The fear of the LORD is to hate evil: pride, and arrogancy, and the evil way, and the froward mouth, do I hate.
If God is love, how can He hate “the evil way and the froward(attitude-filled) mouth?”
God is in the ideal position to know that, “the evil way” leads first to distraction, then to destruction. And because He does love us, He hates to see us entrapped by destructive behaviors and habits, because He knows such destruction is eternal. Yes, some may think eternity is way off in the dim future, but ask yourself, “How many people who die today know their minutes are numbered? And how many of them will be ready to stand in the judgment?”
Please note, God includes “pride and arrogancy” with “the evil way” and “the froward mouth.” Think about it; popular culture glorifies all four of these destructive behaviors. But arrogant pride rears its demonic horns even among the most sanctified--or sanctimonious--brethren.

Counsel is mine, and sound wisdom: I am understanding; I have strength.
Interesting, isn’t it, that “counsel” is assumed here to be a good thing? And why is that noteworthy? Because advice is so often anything but good. But this is wisdom’s counsel--sound, understanding, and enduring.
Please note that the KJV translators chose “strength,” rather than “power.” Why is that? Power is what moves something, someone, or many someones. Strength, on the other hand, is what prevents movement. Picture a skyscraper. You ride the elevator down to its lowest basement and find several humongous, steel pillars. Would you like to see one of them move while you’re standing there? If you did, you would soon know the meaning of, “RUN!” But they won’t move because they are strong.

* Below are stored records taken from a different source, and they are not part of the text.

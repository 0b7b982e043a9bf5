import { randomBytes } from 'node:crypto';
import { resolve } from 'node:path';
import packageJson from '../package.json';
import { environment, type Environment } from './configTable';

export interface OAuthConfig {
  clientId: string;
  clientSecret: string;
  /** Where the provider is; undefined means GitHub's own addresses. */
  authorizationUrl: string | undefined;
  tokenUrl: string | undefined;
  profileUrl: string | undefined;
  emailUrl: string | undefined;
  /** The stand-in provider inside this server is used: development and tests only. */
  local: boolean;
}

export interface ObjectStoreConfig {
  /** undefined: the region's own address at the vendor. */
  endpoint: string | undefined;
  region: string;
  bucket: string;
  accessKeyId: string;
  secretAccessKey: string;
  forcePathStyle: boolean;
}

export interface MailConfig {
  smtpUrl: string;
  from: string;
}

export interface Config {
  env: 'development' | 'test' | 'production';
  host: string;
  port: number;
  publicUrl: string | undefined;
  databaseUrl: string;
  /** Absolute. uploads/ and cubes/ lie below it. */
  dataDir: string;
  sessionSecret: string;
  oauth: OAuthConfig;
  /** null: cubes are kept on disk. */
  objectStore: ObjectStoreConfig | null;
  /** null: no mail is sent. */
  mail: MailConfig | null;
  maxUploadBytes: number;
  /** A gzip or tile-compressed file is expanded up to here. */
  maxExpandedBytes: number;
  workerThreads: number;
  /** Memory that reading a cube may take in all threads of a worker together, beside what Node itself needs. */
  workerMemoryBytes: number;
  /** Cubes with more bytes of pixels than this are copied plane by plane, whatever their order. */
  copyFromBytes: number;
  logLevel: Environment['LOG_LEVEL'];
  /** Written into the provenance of every fit. */
  codeVersion: string;
  demo: boolean;
}

export interface ConfigMistake {
  variable: string;
  message: string;
}

/** The environment cannot be used. The message names every variable at fault, and no value. */
export class ConfigError extends Error {
  constructor(readonly mistakes: ConfigMistake[]) {
    const lines = mistakes.map((m) => `  ${m.variable} ${m.message}`);
    super(`The environment cannot be used:\n${lines.join('\n')}\nREADME.md lists the variables.`);
    this.name = 'ConfigError';
  }
}

/** Reads and checks the environment once; all mistakes are told together. Throws ConfigError. */
export function loadConfig(env: Record<string, string | undefined> = process.env): Config {
  const parsed = environment.safeParse(env);
  if (!parsed.success) {
    // The rules between variables are looked at only once each is right by itself.
    throw new ConfigError(
      parsed.error.issues.map((i) => ({ variable: String(i.path[0] ?? ''), message: i.message })),
    );
  }
  const e = parsed.data;
  const mistakes = [...missing(e), ...contradictions(e)];
  if (mistakes.length > 0) throw new ConfigError(mistakes);
  return deepFreeze(toConfig(e));
}

function missing(e: Environment): ConfigMistake[] {
  const mistakes: ConfigMistake[] = [];
  const want = (variable: keyof Environment, message: string) => {
    if (e[variable] === undefined) mistakes.push({ variable, message });
  };
  want('DATABASE_URL', 'is missing: the address of the PostgreSQL database');
  if (e.NODE_ENV === 'production') {
    want('PUBLIC_URL', 'is missing: production needs the address that people open');
    want('SESSION_SECRET', 'is missing: production needs at least 32 random characters');
    if (e.GITHUB_CLIENT_SECRET === undefined)
      want('GITHUB_CLIENT_ID', 'is missing: production needs a GitHub OAuth application');
  }
  for (const [first, second] of pairs(e)) want(second, `is missing: ${first} is set and needs it`);
  return mistakes;
}

/** Variables of which the second is needed once the first is set. */
function pairs(e: Environment): [keyof Environment, keyof Environment][] {
  const all: [keyof Environment, keyof Environment][] = [
    ['GITHUB_CLIENT_ID', 'GITHUB_CLIENT_SECRET'],
    ['GITHUB_CLIENT_SECRET', 'GITHUB_CLIENT_ID'],
    ['S3_BUCKET', 'S3_ACCESS_KEY_ID'],
    ['S3_BUCKET', 'S3_SECRET_ACCESS_KEY'],
    ['SMTP_URL', 'MAIL_FROM'],
    ['MAIL_FROM', 'SMTP_URL'],
  ];
  const alone = (['S3_ENDPOINT', 'S3_ACCESS_KEY_ID', 'S3_SECRET_ACCESS_KEY'] as const).find(
    (name) => e[name] !== undefined,
  );
  if (alone) all.push([alone, 'S3_BUCKET']);
  return all.filter(([first]) => e[first] !== undefined);
}

function contradictions(e: Environment): ConfigMistake[] {
  const mistakes: ConfigMistake[] = [];
  if (e.NODE_ENV === 'production' && e.OUTSWELL_DEMO)
    mistakes.push({
      variable: 'OUTSWELL_DEMO',
      message: 'must be 0 in production: the demo is invented data',
    });
  if (e.GITHUB_CLIENT_ID === undefined)
    for (const variable of [
      'GITHUB_AUTHORIZATION_URL',
      'GITHUB_TOKEN_URL',
      'GITHUB_PROFILE_URL',
      'GITHUB_EMAIL_URL',
    ] as const)
      if (e[variable] !== undefined)
        mistakes.push({ variable, message: 'is set without GITHUB_CLIENT_ID, so it would not be used' });
  return mistakes;
}

function toConfig(e: Environment): Config {
  return {
    env: e.NODE_ENV,
    host: e.HOST,
    port: e.PORT,
    publicUrl: e.PUBLIC_URL && new URL(e.PUBLIC_URL).origin,
    databaseUrl: e.DATABASE_URL!,
    dataDir: resolve(e.DATA_DIR),
    // Without a secret, outside production, everybody is signed out by a restart, and nothing is guessable.
    sessionSecret: e.SESSION_SECRET ?? randomBytes(32).toString('base64url'),
    oauth: {
      clientId: e.GITHUB_CLIENT_ID ?? 'outswell-local',
      clientSecret: e.GITHUB_CLIENT_SECRET ?? randomBytes(32).toString('base64url'),
      authorizationUrl: e.GITHUB_AUTHORIZATION_URL,
      tokenUrl: e.GITHUB_TOKEN_URL,
      profileUrl: e.GITHUB_PROFILE_URL,
      emailUrl: e.GITHUB_EMAIL_URL,
      local: e.GITHUB_CLIENT_ID === undefined,
    },
    objectStore:
      e.S3_BUCKET === undefined
        ? null
        : {
            endpoint: e.S3_ENDPOINT,
            region: e.S3_REGION,
            bucket: e.S3_BUCKET,
            accessKeyId: e.S3_ACCESS_KEY_ID!,
            secretAccessKey: e.S3_SECRET_ACCESS_KEY!,
            // Stores other than the vendor's seldom have a host name for each bucket.
            forcePathStyle: e.S3_FORCE_PATH_STYLE ?? e.S3_ENDPOINT !== undefined,
          },
    mail: e.SMTP_URL === undefined ? null : { smtpUrl: e.SMTP_URL, from: e.MAIL_FROM! },
    maxUploadBytes: e.MAX_UPLOAD_BYTES,
    maxExpandedBytes: e.MAX_EXPANDED_BYTES,
    workerThreads: e.WORKER_THREADS,
    workerMemoryBytes: e.WORKER_MEMORY_BYTES,
    copyFromBytes: e.COPY_FROM_BYTES,
    logLevel: e.LOG_LEVEL,
    codeVersion: packageJson.version + (e.OUTSWELL_COMMIT ? `+${e.OUTSWELL_COMMIT}` : ''),
    demo: e.OUTSWELL_DEMO,
  };
}

function deepFreeze<T extends object>(value: T): T {
  for (const inner of Object.values(value)) if (inner && typeof inner === 'object') deepFreeze(inner);
  return Object.freeze(value);
}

By me kings reign, and princes decree justice. By me princes rule, and nobles, even all the judges of the earth.
No one can blame the person who balks at this one. We know of too many despots who rule cruelly. So, how can they rule by God’s authority and with His approval?
Just rulers, though rare, are what God intended when He looked at His creation and pronounced it, “Good.” We humans, however, had other ideas. First, we tried to usurp God’s sovereignty. Then, when He chose a people to convey His Law, they, still being people, decided they wanted a ruler like the peoples who lived around them. So they got what they demanded; King Saul began a long line of weak, fallible rulers who were, by our human specification, just like the peoples who lived around them.
God still owns the authority, even when human rulers misuse it. And they will stand before the Judge of the universe to account for their actions.

I love them that love me; and those that seek me early shall find me. Riches and honour are with me; yea, durable riches and righteousness. My fruit is better than gold, yea, than fine gold; and my revenue than choice silver. I lead in the way of righteousness, in the midst of the paths of judgment: That I may cause those that love me to inherit substance; and I will fill their treasures.
This last passage speaks of the treasures God will pour out on those who “seek me early.” It speaks of durable riches, better than “fine gold.” Someone has observed that in heaven, Gold is so valuable that it’s used for pavement. True riches, durable riches, are the treasure we lay up in eternity when we obey God. Once we give up these corrupting bodies, we will see everything we valued on Earth for what it is: cheap counterfeits of the real thing.